Aus unserer Sicht ist es nur dann gerecht, wenn eine Maut erhoben wird. Dann zahlt der, der auch wirklich die Autobahn benutzt. So würden auch eventuelle Wettbewerbsnachteile im internationalen Vergleich von vornherein ausgeschlossen. Viele unserer europäischen Nachbarländer erheben bereits Gebühren auf ihren Autobahnen. Dieses spricht für eine Erhebung von Autobahnbenutzungsgebühren in Deutschland.

Wenn aber Gebühren erhoben werden, sollten diese auch für das Straßennetz verwandt werden. Noch besser wäre es sogar, wenn alle mit dem Straßennetz verbundenen Aufwendungen hieraus finanziert werden könnten. Dann würden wieder Mittel frei, die man beispielsweise für die Verkehrsinfrastruktur auf der Schiene einsetzen könnte. In der Schweiz macht man

das bereits seit einigen Jahren ähnlich. Frei werdende Mittel werden in Logistikzentren an Bahnhöfen investiert, um Güter zumindest bei der Überbrückung von Teilstrecken auf die Bahn zu bekommen. Ganz wird man das sicherlich nicht schaffen. Es ist ein sehr fortschrittlicher Ansatz, den wir auch bei uns verfolgen sollten.

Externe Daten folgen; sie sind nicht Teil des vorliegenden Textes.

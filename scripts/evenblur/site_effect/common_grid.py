"""The same points of the same object in every image of a phantom, wherever it lay and on whatever grid.

The object's own frame comes from the fitted pose: nothing is registered again. Values between voxels come from cubic
splines, which blur far less than straight lines do (those add up to a quarter of a squared voxel to the variance).
"""

from collections.abc import Mapping, Sequence
from dataclasses import dataclass
from typing import Any

import numpy as np
from numpy.typing import NDArray
from scipy import ndimage
from scipy.spatial.transform import Rotation

from evenblur.measuring import PhantomVolume
from evenblur.phantoms.reference_model import ReferenceModel
from evenblur.phantoms.rigid import AXIS_NAMES, Motion

Array = NDArray[np.float64]

MOST_POINTS = 60_000
"""Points of a common grid; a finer grid tells nothing more and costs memory for every site."""


class NotComparableError(ValueError):
    """A phantom image that cannot be laid on the common grid; the message says why."""


@dataclass(frozen=True)
class CommonObject:
    """The points of an object that are compared.

    Attributes
    ----------
    points
        In the object's own frame, mm, shape (n, 3).
    depth_mm
        How deep each point lies below the object's surface (negative outside), mm, shape (n,); NaN where the object
        has no single surface.
    """

    points: Array
    depth_mm: Array


def common_cylinder(*, radius_mm: float, half_length_mm: float, margin_mm: float, ends: bool) -> CommonObject:
    """The points of a cylinder along z about the origin, and of its surroundings up to the margin.

    Parameters
    ----------
    radius_mm, half_length_mm
        Size of the object, mm; without ends, how far from its middle it is compared.
    margin_mm
        How far beyond the surface points are taken, mm.
    ends
        Whether the ends belong to what is compared.

    >>> found = common_cylinder(radius_mm=50.0, half_length_mm=40.0, margin_mm=8.0, ends=True)
    >>> len(found.points) <= MOST_POINTS, float(found.depth_mm.max()) <= 40.0
    (True, True)
    """
    reach, along = radius_mm + margin_mm, half_length_mm + (margin_mm if ends else 0.0)
    step = max((8.0 * reach * reach * along / MOST_POINTS) ** (1.0 / 3.0), 1.0)
    across = np.arange(-np.floor(reach / step), np.floor(reach / step) + 1) * step
    z = np.arange(-np.floor(along / step), np.floor(along / step) + 1) * step
    grid = np.stack(np.meshgrid(across, across, z, indexing="ij"), axis=-1).reshape(-1, 3)
    radius = np.hypot(grid[:, 0], grid[:, 1])
    kept = radius <= reach
    depth = radius_mm - radius[kept]
    if ends:
        depth = np.minimum(depth, half_length_mm - np.abs(grid[kept, 2]))
    return CommonObject(grid[kept], depth)


def place_cylinder(
    scanned: PhantomVolume, fit: Mapping[str, Any], common: CommonObject, *, size: tuple[float, float | None]
) -> Array:
    """Places (voxel indices, shape (3, n)) of a common cylinder's points in one image.

    A cylinder of another size is laid on the common one by the distance from its wall and its ends, the middle being
    stretched: at a wall far wider than the blur the image depends on that distance alone.

    Parameters
    ----------
    scanned
        The image that the fit was made from.
    fit
        The fit's record: centre, tilt, radius, levels inside and outside, length.
    common
        The points.
    size
        Radius of the common object and half its length, mm; None for a length that is not compared.

    Raises
    ------
    NotComparableError
        If the ends are to be compared and are not seen in this image.
    """
    radius_mm, half_length_mm = size
    frame = _cylinder_frame(fit)
    middle = np.array(fit["centre_mm"], dtype=float)
    low = high = None
    if half_length_mm is not None:
        low, high = _ends(scanned, fit, frame, middle)
    points = common.points
    radius = np.hypot(points[:, 0], points[:, 1])
    scale = _stretch(radius, own=float(fit["radius_mm"]), common=radius_mm) / np.maximum(radius, 1e-9)
    along = points[:, 2].copy()
    if low is not None and high is not None and half_length_mm is not None:
        half = (high - low) / 2.0
        along = np.sign(along) * _stretch(np.abs(along), own=half, common=half_length_mm) + (high + low) / 2.0
    placed = np.stack([points[:, 0] * scale, points[:, 1] * scale, along], axis=-1) @ frame + middle
    return np.asarray(placed.T / np.array(scanned.voxel_mm)[:, None])


def _stretch(distance: Array, *, own: float, common: float) -> Array:
    """The outer half of an object keeps its distance from the surface, the inner half is stretched."""
    inner = common / 2.0
    return np.where(distance > inner, own + distance - common, distance * (own - inner) / inner)


def _cylinder_frame(fit: Mapping[str, Any]) -> Array:
    """Unit vectors of the cylinder's frame as rows: two across, one along it."""
    tilt, lean = np.radians(float(fit["tilt_deg"])), np.radians(float(fit["tilt_direction_deg"]))
    axis = np.array([np.sin(tilt) * np.cos(lean), np.sin(tilt) * np.sin(lean), np.cos(tilt)])
    first = np.array([1.0, 0.0, 0.0]) - axis[0] * axis
    first /= np.linalg.norm(first)
    return np.stack([first, np.cross(axis, first), axis])


def _ends(scanned: PhantomVolume, fit: Mapping[str, Any], frame: Array, middle: Array) -> tuple[float, float]:
    """Where the ends lie along the axis, mm from the fit's middle: the half height of the mean over the core."""
    length = fit.get("length_mm")
    if not length or fit.get("ends_seen") != 2:
        raise NotComparableError("its ends do not both lie inside the field")
    rings = np.linspace(0.0, 0.6 * float(fit["radius_mm"]), 7)[1:]
    angles = np.arange(24) * np.pi / 12.0
    core = np.array([(r * np.cos(a), r * np.sin(a)) for r in rings for a in angles])
    found = []
    for sign in (-1.0, 1.0):
        along = sign * float(length) / 2.0 + np.arange(-12.0, 12.01, 0.25)
        points = np.concatenate([np.repeat(core, along.size, axis=0), np.tile(along, len(core))[:, None]], axis=1)
        places = ((points @ frame + middle) / np.array(scanned.voxel_mm)).T
        profile = sample(scanned.volume, places).reshape(len(core), -1).mean(axis=0)
        level = (float(fit["inside"]) + float(fit["outside"])) / 2.0
        above = (profile - level) * -sign  # rises where the object begins
        crossing = np.flatnonzero((above[:-1] < 0) & (above[1:] >= 0))
        if crossing.size != 1:
            raise NotComparableError("its ends are not where the fit's length says")
        k = int(crossing[0])
        found.append(float(along[k] + (along[k + 1] - along[k]) * -above[k] / (above[k + 1] - above[k])))
    return found[0], found[1]


def sample(volume: Array, places: Array) -> Array:
    """Values of a volume at places between its voxels (indices, shape (3, n)), by cubic splines; NaN outside."""
    inside = np.all((places >= 0) & (places <= (np.array(volume.shape) - 1.0)[:, None]), axis=0)
    values = np.full(places.shape[1], np.nan)
    values[inside] = ndimage.map_coordinates(volume, places[:, inside], order=3, mode="mirror")
    return values


def common_spheres(diameters_mm: Sequence[float], *, margin_mm: float) -> tuple[CommonObject, NDArray[np.intp]]:
    """The points of spheres and their surroundings, each in a box of its own about the sphere's middle.

    Parameters
    ----------
    diameters_mm
        Inner diameters, mm.
    margin_mm
        How far beyond the surface points are taken, mm.

    Returns
    -------
    CommonObject, numpy.ndarray
        The points, and which sphere each belongs to, shape (n,).

    >>> found, owner = common_spheres([20.0, 10.0], margin_mm=4.0)
    >>> float(found.depth_mm[owner == 1].max())
    5.0
    """
    reaches = [diameter / 2.0 + margin_mm for diameter in diameters_mm]
    step = max((sum(4.2 * reach**3 for reach in reaches) / MOST_POINTS) ** (1.0 / 3.0), 1.0)
    points, depth, owner = [], [], []
    for index, (diameter, reach) in enumerate(zip(diameters_mm, reaches, strict=True)):
        line = np.arange(-np.floor(reach / step), np.floor(reach / step) + 1) * step
        grid = np.stack(np.meshgrid(line, line, line, indexing="ij"), axis=-1).reshape(-1, 3)
        distance = np.linalg.norm(grid, axis=1)
        kept = distance <= reach
        points.append(grid[kept])
        depth.append(diameter / 2.0 - distance[kept])
        owner.append(np.full(int(kept.sum()), index, dtype=np.intp))
    return CommonObject(np.concatenate(points), np.concatenate(depth)), np.concatenate(owner)


def place_spheres(
    scanned: PhantomVolume,
    fit: Mapping[str, Any],
    common: CommonObject,
    *,
    owner: NDArray[np.intp],
    diameters_mm: Sequence[float],
) -> Array:
    """Places (voxel indices, shape (3, n)) of the spheres' points in one image.

    Raises
    ------
    NotComparableError
        If one of the spheres was not found in this image.
    """
    centres = {round(float(sphere["diameter_mm"]), 3): sphere["centre_mm"] for sphere in fit["spheres"]}
    wanted = [round(float(diameter), 3) for diameter in diameters_mm]
    missing = [f"{diameter:g}" for diameter in wanted if diameter not in centres]
    if missing:
        raise NotComparableError(f"its sphere of {missing[0]} mm was not found")
    placed = common.points + np.array([centres[diameter] for diameter in wanted])[owner]
    return np.asarray(placed.T / np.array(scanned.voxel_mm)[:, None])


def common_reference(model: ReferenceModel) -> CommonObject:
    """The voxel centres of a reference object that hold activity, thinned evenly to the number that is compared.

    >>> model = ReferenceModel(np.ones((20, 20, 20)), voxel_mm=(2.0, 2.0, 2.0))
    >>> common_reference(model).points.shape
    (8000, 3)
    """
    stride = 1
    while np.count_nonzero(model.values[::stride, ::stride, ::stride]) > MOST_POINTS:
        stride += 1
    index = np.argwhere(model.values[::stride, ::stride, ::stride] > 0) * stride
    points = model.low_mm + (index + 0.5) * model.voxel_mm
    return CommonObject(points, np.full(len(points), np.nan))


def place_reference(
    scanned: PhantomVolume, fit: Mapping[str, Any], common: CommonObject, *, model: ReferenceModel
) -> Array:
    """Places (voxel indices, shape (3, n)) of a reference object's points in one image, by the fitted motion."""
    flip = tuple(-1 if name in str(fit["flip"]) else 1 for name in AXIS_NAMES)
    turn = Rotation.from_rotvec(np.array(fit["motion"]["rotation_deg"], dtype=float), degrees=True).as_matrix()
    shift = np.array(fit["motion"]["translation_mm"], dtype=float)
    motion = Motion(shift, turn, (flip[0], flip[1], flip[2]), model.centre_mm)
    middle = (np.array(scanned.volume.shape) - 1.0) / 2.0
    return np.asarray((motion.apply(common.points) / np.array(scanned.voxel_mm) + middle).T)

Meines Wissens nach ist es noch nicht sicher, ob und in welcher Form eine Autobahnbenutzungsgebühr kommt. Daher ist es auch schwer, die Belastung für Einzelne zu ermitteln. Wir wissen noch nicht einmal, wie hoch mögliche Autobahnbenutzungsgebühren sein könnten. Dieses hängt auch vom Verfahren ab, das dann eingeführt wird. Daher kann sich die Landesregierung auch nicht für die Minimierung von Wettbewerbsnachteilen einsetzen, wenn noch nicht einmal klar ist, ob es große oder kleine oder auch gar keine Wettbewerbsnachteile geben wird. Der CDU-Antrag ist daher aus unserer Sicht etwas vorschnell.

Einen Bericht zu diesem Thema zu erhalten, wie es die F.D.P. fordert, ist der richtige Weg. Erst nach näheren Erkenntnissen kann man die konkreten Auswirkungen einer Autobahnbenutzungsgebühr einschätzen und ich freue mich jetzt schon auf die Ausschussberatung.